Cuidados antes, durante e após a vacinação:

  • Em caso de febre, deve-se adiar a vacinação até que ocorra a melhora.
  • Pessoas com história de alergia grave ao ovo de galinha, com sinais de anafilaxia, devem receber vacina em ambiente com condições de atendimento de reações anafiláticas e permanecer em observação por pelo menos 30 minutos.
  • No caso de história de síndrome de Guillain-Barré (SGB) até seis semanas após a dose anterior da vacina, recomenda-se avaliação médica criteriosa sobre o risco-benefício antes de administrar nova dose.
  • Excetuando os casos aqui citados, não são necessários cuidados especiais antes da vacinação.
  • Compressas frias aliviam a reação no local da aplicação. Em casos mais intensos pode-se usar medicação para dor, sob recomendação médica.
  • Qualquer sintoma grave e/ou inesperado após a vacinação deve ser notificado ao serviço que a realizou.
  • Sintomas de eventos adversos persistentes, que se prolongam por mais que 72 horas (dependendo do sintoma), devem ser investigados para verificação de outras causas.
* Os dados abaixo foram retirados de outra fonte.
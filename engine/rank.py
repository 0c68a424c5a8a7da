"""Judge every part of a shelf under one requirement and order them."""

from collections.abc import Callable, Mapping

from .ranking import Ranking
from .requirement import Requirement
from .shelf import Shelf

DEFAULT_WEIGHTS: dict[str, float] = {
    "electrical margin": 3.0,
    "junction margin": 2.0,
    "not oversized": 1.0,
    "stock": 2.0,
    "cost": 1.0,
    "evidence": 1.0,
}
"""Criterion → weight; the user's own replace them one by one."""


def rank(
    requirement: Requirement,
    shelf: Shelf,
    *,
    weights: Mapping[str, float] | None = None,
    network: Mapping[str, float] | None = None,
    cancelled: Callable[[], bool] = lambda: False,
) -> Ranking:
    """The ranking of `shelf`; with `network` (rb, rbe in Ω) judge that network instead of choosing one."""
    raise NotImplementedError
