"""Preferred values of IEC 60063: the E series and rounding to them."""

import numpy as np
from numpy.typing import NDArray

Floats = NDArray[np.float64]

_E24 = "10 11 12 13 15 16 18 20 22 24 27 30 33 36 39 43 47 51 56 62 68 75 82 91"
_SUBSETS = {"E3": 8, "E6": 4, "E12": 2, "E24": 1}  # every how many of the E24 values


def _table() -> dict[str, Floats]:
    e24 = np.array([float(word) / 10 for word in _E24.split()])
    tables = {name: e24[::step] for name, step in _SUBSETS.items()}
    for count in (48, 96, 192):
        values = np.round(10 ** (np.arange(count) / count), 2)
        values[values == 9.19] = 9.20  # the standard's one exception to its own formula
        tables[f"E{count}"] = values
    return tables


SERIES: dict[str, Floats] = _table()
"""The values of one decade, 1 ≤ value < 10, by series name."""


_DECADES = range(-6, 13)


def _ladder(series: str) -> Floats:
    """Every value of a series from 1 µΩ to 10 TΩ, each the float nearest to its decimal."""
    return np.array([float(f"{value:.2f}e{decade}") for decade in _DECADES for value in SERIES[series]])


_LADDERS = {name: _ladder(name) for name in SERIES}


def step(series: str) -> float:
    """The largest ratio between neighbours of a series."""
    values = np.append(SERIES[series], 10.0)
    return float(np.max(values[1:] / values[:-1]))


def at_least(value: Floats, series: str) -> Floats:
    """The smallest preferred value not below `value` (above zero). Same shape; NaN and infinity travel."""
    ladder, usable, first, safe = _place(value, series)
    safe = safe * (1 - _SAME)
    found = ladder[first + 2]
    for step_up in (1, 0, -1):
        candidate = ladder[first + step_up]
        found = np.where(candidate >= safe, candidate, found)
    return np.where(usable, found, value)


def at_most(value: Floats, series: str) -> Floats:
    """The largest preferred value not above `value` (above zero). Same shape; NaN and infinity travel."""
    ladder, usable, first, safe = _place(value, series)
    safe = safe * (1 + _SAME)
    found = ladder[first - 1]
    for step_up in (0, 1, 2):
        candidate = ladder[first + step_up]
        found = np.where(candidate <= safe, candidate, found)
    return np.where(usable, found, value)


def nearest(value: Floats, series: str) -> Floats:
    """The preferred value nearest to `value` by ratio. Same shape; NaN and infinity travel."""
    low, high = at_most(value, series), at_least(value, series)
    with np.errstate(all="ignore"):
        return np.where(value * value < low * high, low, high)


_SAME = 1e-9  # a value this close to a preferred one is that one


def _place(value: Floats, series: str) -> tuple[Floats, NDArray[np.bool_], NDArray[np.intp], Floats]:
    """The ladder, where rounding makes sense, and a rung at most one away from the right one."""
    ladder, per_decade = _LADDERS[series], len(SERIES[series])
    value = np.asarray(value, dtype=np.float64)
    usable = (value > ladder[2]) & (value < ladder[-4])  # False for NaN, infinity and what is not above zero
    safe = np.where(usable, value, 1.0)
    # the values lie within one rung of the even logarithmic ladder: no search is needed
    first = np.floor(np.log10(safe) * per_decade).astype(np.intp) - _DECADES[0] * per_decade
    return ladder, usable, first, safe
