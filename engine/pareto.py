"""The Pareto front: what nothing else beats in one respect without losing in another."""

import numpy as np
from numpy.typing import NDArray

Floats = NDArray[np.float64]


def pareto_front(wanted: Floats) -> NDArray[np.bool_]:
    """Which rows nothing dominates, larger being better in every column; equal rows both stay. (n, c) → (n,).

    Rows in order of falling sum: a row can only be dominated by one before it.
    """
    n = len(wanted)
    order = np.argsort(-wanted.sum(axis=1), kind="stable")
    front = np.empty((0, wanted.shape[1]))
    on_front = np.zeros(n, dtype=bool)
    for row in order:
        candidate = wanted[row]
        dominated = ((front >= candidate).all(axis=1) & (front > candidate).any(axis=1)).any()
        if not dominated:
            on_front[row] = True
            front = np.vstack([front, candidate])
    return on_front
Efeitos e eventos adversos:

  • Manifestações locais como dor, vermelhidão e endurecimento ocorrem em 15% a 20% dos vacinados. Essas reações costumam ser leves e desaparecem em até 48 horas.
  • Manifestações sistêmicas também são benignas e breves. Febre, mal-estar e dor muscular acometem 1% a 2% dos vacinados. Têm início de seis a 12 horas após a vacinação e persistem por um a dois dias, sendo mais comuns na primeira vez em que tomam a vacina. Reações anafiláticas são raríssimas.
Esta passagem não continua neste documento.